_WHAT THIS TASK INVOLVES_. Taking the first line of the listing as the start and the line containing "backupReader, BACKUP_FORMAT_VERSION, type" as the end, reproduce everything in between exactly, both ends included.
....
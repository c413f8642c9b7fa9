import fc from 'fast-check';
import { describe, expect, it } from 'vitest';
import { backupDecode, backupEncode, backupLines, backupReader, BACKUP_FORMAT_VERSION, type BackupData } from '../../../src/core/backup';
import { chunksCut, cutsArbitrary } from '../../generators/formats';
import { backupDataArbitrary } from './arbitraries';

const CREATED = '2025-03-14T09:30:00.000Z';

const small: BackupData = {
  project: { name: 'Boiler jobs', created: 1, updated: 2, tokeniser: { kind: 'words' }, scheme: 'iob2', schema: { slots: [{ name: 'day', key: 'd' }], intents: [{ name: 'book_visit' }] } },
  annotators: [{ id: 'ana', name: 'Ana', role: 'annotator' }],
  batches: [{ fileName: 'visits.iob', format: 'columns', annotator: 'ana', layerStatus: 'done', counts: { utterances: 2, tokens: 5, layers: 2 }, warnings: [], state: 'done', created: 3, finished: 4 }],
  utterances: [
    { seq: 1, text: 'fix tap Friday', tokens: [0, 3, 4, 7, 8, 14], meta: {}, batch: 1, line: 1 },
    // A lone surrogate: JSON.stringify escapes it (ECMAScript 2019 well-formed JSON.stringify), so it survives.
    { seq: 2, text: 'call \ud83d 555-0142', tokens: [0, 4, 7, 15], externalId: 'hr-2', meta: { source: 'phone' }, batch: 1 },
  ],
  layers: [
    { seq: 1, annotator: 'ana', tags: ['O', 'I-problem', 'B-day'], intent: 'book_visit', status: 'done', note: '', revision: 1, updated: 5, batch: 1 },
    { seq: 2, annotator: 'gold', tags: ['O', 'B-contact_phone'], intent: null, status: 'draft', note: 'check number', revision: 3, updated: 6 },
  ],
  history: [{ seq: 2, annotator: 'gold', before: null, after: { tags: ['O', 'O'], intent: null, status: 'draft', note: '', revision: 1, updated: 5 }, who: 'cy', when: 5 }],
};

function lines(data: BackupData): string[] {
  return [...backupLines(data, CREATED)];
}

function decodeOk(text: string): BackupData {
  const result = backupDecode(text);
  if (!result.ok) throw new Error(JSON.stringify(result.errors));
  return result.data;
}

describe('backup codec', () => {
  it('round-trips random projects (emoji, RTL, illegal tags) to equal data and identical bytes', () => {
    fc.assert(
      fc.property(backupDataArbitrary, (data) => {
        const text = backupEncode(data, CREATED);
        const result = backupDecode(text);
        expect(result).toEqual({ ok: true, data, warnings: [] });
        expect(backupEncode(decodeOk(text), CREATED)).toBe(text);
      }),
      { seed: 42, numRuns: 150 },
    );
  });

  it('reads a backup pushed in pieces of any size exactly as in one piece', () => {
    fc.assert(
      fc.property(
        backupDataArbitrary.chain((data) => {
          const text = backupEncode(data, CREATED);
          return fc.tuple(fc.constant(text), cutsArbitrary(text.length));
        }),
        ([text, cuts]) => {
          const reader = backupReader();
          for (const piece of chunksCut(text, cuts)) reader.push(piece);
          expect(reader.end()).toEqual(backupDecode(text));
        },
      ),
      { seed: 42, numRuns: 60 },
    );
  });

  it('writes a header line with the format, version and record counts, then one record per line', () => {
    const [header, ...records] = lines(small);
    expect(JSON.parse(header ?? '')).toEqual({ format: 'slotsmith-backup', formatVersion: 2, created: CREATED, counts: { annotators: 1, batches: 1, utterances: 2, layers: 2, history: 1 } });
    expect(records.map((r) => (JSON.parse(r) as { type: string }).type)).toEqual(['project', 'annotator', 'batch', 'utterance', 'utterance', 'layer', 'layer', 'history']);
    expect(records[3]).toBe('{"type":"utterance","seq":1,"text":"fix tap Friday","tokens":[0,3,4,7,8,14],"meta":{},"batch":1,"line":1}');
    expect(backupEncode(small, CREATED).endsWith('}\n')).toBe(true);
    expect(decodeOk(backupEncode(small, CREATED)).utterances[1]?.text).toBe('call \ud83d 555-0142');
  });

  it('refuses a backup from a newer Slotsmith with a clear message', () => {
    const [header, ...rest] = lines(small);
    const newer = [JSON.stringify({ ...JSON.parse(header ?? ''), formatVersion: BACKUP_FORMAT_VERSION + 1 }), ...rest, '{"type":"hologram"}'].join('\n');
    expect(backupDecode(newer)).toEqual({ ok: false, errors: [{ line: 1, message: 'made by a newer Slotsmith (format 3); this version reads up to 2' }] });
  });

  it.each([
    ['an empty file', ''],
    ['a JSON Lines corpus', '{"text":"fix the tap","intent":"book_visit"}\n'],
    ['an IOB file', '# text = fix tap\nfix\tO\n'],
    ['a header of another format', '{"format":"other-backup","formatVersion":1}\n'],
  ])('says %s is not a Slotsmith backup', (_what, text) => {
    const result = backupDecode(text);
    expect(result.ok).toBe(false);
    expect(!result.ok && result.errors).toEqual([{ line: 1, message: 'not a Slotsmith backup: the first line must be a "slotsmith-backup" header' }]);
  });

  it('detects a truncated file by the header counts', () => {
    const cut = lines(small).slice(0, -2).join('\n');
    const result = backupDecode(cut);
    expect(!result.ok && result.errors.map((e) => e.message)).toEqual([
      'the backup is incomplete or altered: its header lists 2 layers, the file holds 1',
      'the backup is incomplete or altered: its header lists 1 history, the file holds 0',
    ]);
  });

  it('accepts CRLF line ends, a byte order mark and blank lines', () => {
    const text = `\ufeff${lines(small).join('\r\n')}\r\n\r\n`;
    expect(backupDecode(text)).toEqual({ ok: true, data: small, warnings: [] });
  });

  it('restores leniently: defaults for missing optional fields, warnings for bad optional ones', () => {
    const [header = '', project = '', annotator = '', batch = '', u1 = '', u2 = '', , l2 = '', h1 = ''] = lines(small);
    const edit = (line: string, change: (o: Record<string, unknown>) => void) => {
      const o = JSON.parse(line) as Record<string, unknown>;
      change(o);
      return JSON.stringify(o);
    };
    const text = [
      edit(header, (o) => delete o.counts),
      edit(project, (o) => {
        o.scheme = 'iob9';
        o.extra = 'ignored';
        delete o.schema;
      }),
      edit(annotator, (o) => delete o.name),
      batch,
      edit(u1, (o) => {
        o.meta = { template: 'a', bad: 7 };
        o.line = -3;
      }),
      u2,
      edit(l2, (o) => {
        delete o.note;
        o.status = 'pondering';
      }),
      h1,
    ].join('\n');
    const result = backupDecode(text);
    if (!result.ok) throw new Error(JSON.stringify(result.errors));
    expect(result.data.project).toMatchObject({ scheme: 'iob2', schema: { slots: [], intents: [] } });
    expect(result.data.annotators).toEqual([{ id: 'ana', name: 'ana', role: 'annotator' }]);
    expect(result.data.utterances[0]).toMatchObject({ meta: { template: 'a' } });
    expect(result.data.utterances[0]?.line).toBeUndefined();
    expect(result.data.layers).toHaveLength(1);
    expect(result.data.layers[0]).toMatchObject({ status: 'draft', note: '' });
    // Each warning names its file line; the data itself is kept.
    expect(result.warnings).toEqual([
      { line: 2, message: 'project: "extra" is not known to this version; ignored' },
      { line: 2, message: 'project: "scheme" "iob9" is unknown; using iob2' },
      { line: 5, message: 'utterance: meta "bad" is not a string; dropped' },
      { line: 5, message: 'utterance: "line" is not a whole number of at least 1; dropped' },
      { line: 7, message: 'layer: "status" "pondering" is unknown; using draft' },
    ]);
  });

  it("carries a batch's attached count; a format-1 batch without one still reads, a bad one is dropped with a warning", () => {
    const withAttached: BackupData = { ...small, batches: [{ ...(small.batches[0] as BackupData['batches'][number]), attached: 7 }] };
    const text = lines(withAttached);
    expect(JSON.parse(text[3] ?? '')).toMatchObject({ type: 'batch', attached: 7 });
    expect(decodeOk(text.join('\n')).batches[0]?.attached).toBe(7);
    // The older file: no attached field anywhere, format 1, read as before.
    const older = lines(small);
    older[0] = (older[0] ?? '').replace('"formatVersion":2', '"formatVersion":1');
    expect(older[3]).not.toContain('attached');
    expect(JSON.parse(older[0])).toMatchObject({ formatVersion: 1 });
    expect(decodeOk(older.join('\n')).batches[0]).not.toHaveProperty('attached');
    const bad = [...text];
    bad[3] = (bad[3] ?? '').replace('"attached":7', '"attached":-2');
    const result = backupDecode(bad.join('\n'));
    if (!result.ok) throw new Error(JSON.stringify(result.errors));
    expect(result.data.batches[0]).not.toHaveProperty('attached');
    expect(result.warnings).toEqual([{ line: 4, message: 'batch: "attached" is not a whole number of at least 0; dropped' }]);
  });

  it('reports every broken record with its file line and stores nothing of the model', () => {
    const [header = '', project = '', annotator = '', batch = '', u1 = '', u2 = '', l1 = '', l2 = '', h1 = ''] = lines(small);
    const text = [
      JSON.stringify({ ...JSON.parse(header), counts: undefined }),
      project,
      project,
      annotator,
      batch.replace('"state":"done"', '"state":"importing"'),
      u1,
      u1,
      u2.replace('"tokens":[0,4,7,15]', '"tokens":[0,4,7,99]'),
      '{not json',
      l1.replace('"tags":["O","I-problem","B-day"]', '"tags":["O"]'),
      l2.replace('"seq":2', '"seq":7'),
      h1,
      '{"type":"hologram"}',
      '[1,2]',
    ].join('\n');
    const result = backupDecode(text);
    expect(!result.ok && result.errors).toEqual([
      { line: 5, message: 'batch: a backup never holds a running import (state "importing")' },
      { line: 8, message: 'utterance: token 2 [7, 99) is not inside the text after the previous token' },
      { line: 9, message: 'not valid JSON' },
      { line: 13, message: 'unknown record type "hologram"' },
      { line: 14, message: 'a record must be a JSON object' },
    ]);
    // Cross-record problems come once each record is sound on its own.
    const crossed = [header, project, project, annotator, batch, u1, u1, l1.replace('"tags":["O","I-problem","B-day"]', '"tags":["O"]'), l2.replace('"seq":2', '"seq":7')].join('\n');
    const second = backupDecode(crossed.replace(/"counts":\{[^}]*\}/, '"counts":{"annotators":1,"batches":1,"utterances":2,"layers":2,"history":0}'));
    expect(!second.ok && second.errors).toEqual([
      { line: 3, message: 'the backup has more than one project record' },
      { line: 7, message: 'utterance seq 1 appears twice' },
      { line: 8, message: 'layer has 1 tags for 3 tokens' },
      { line: 9, message: 'layer refers to utterance seq 7, which is not in the backup' },
    ]);
  });
});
....
_ANSWER FOR THIS EXERCISE_.
repository c413f8642c9b7fa9
import fc from 'fast-check';
import { describe, expect, it } from 'vitest';
import { backupDecode, backupEncode, backupLines, backupReader, BACKUP_FORMAT_VERSION, type BackupData } from '../../../src/core/backup';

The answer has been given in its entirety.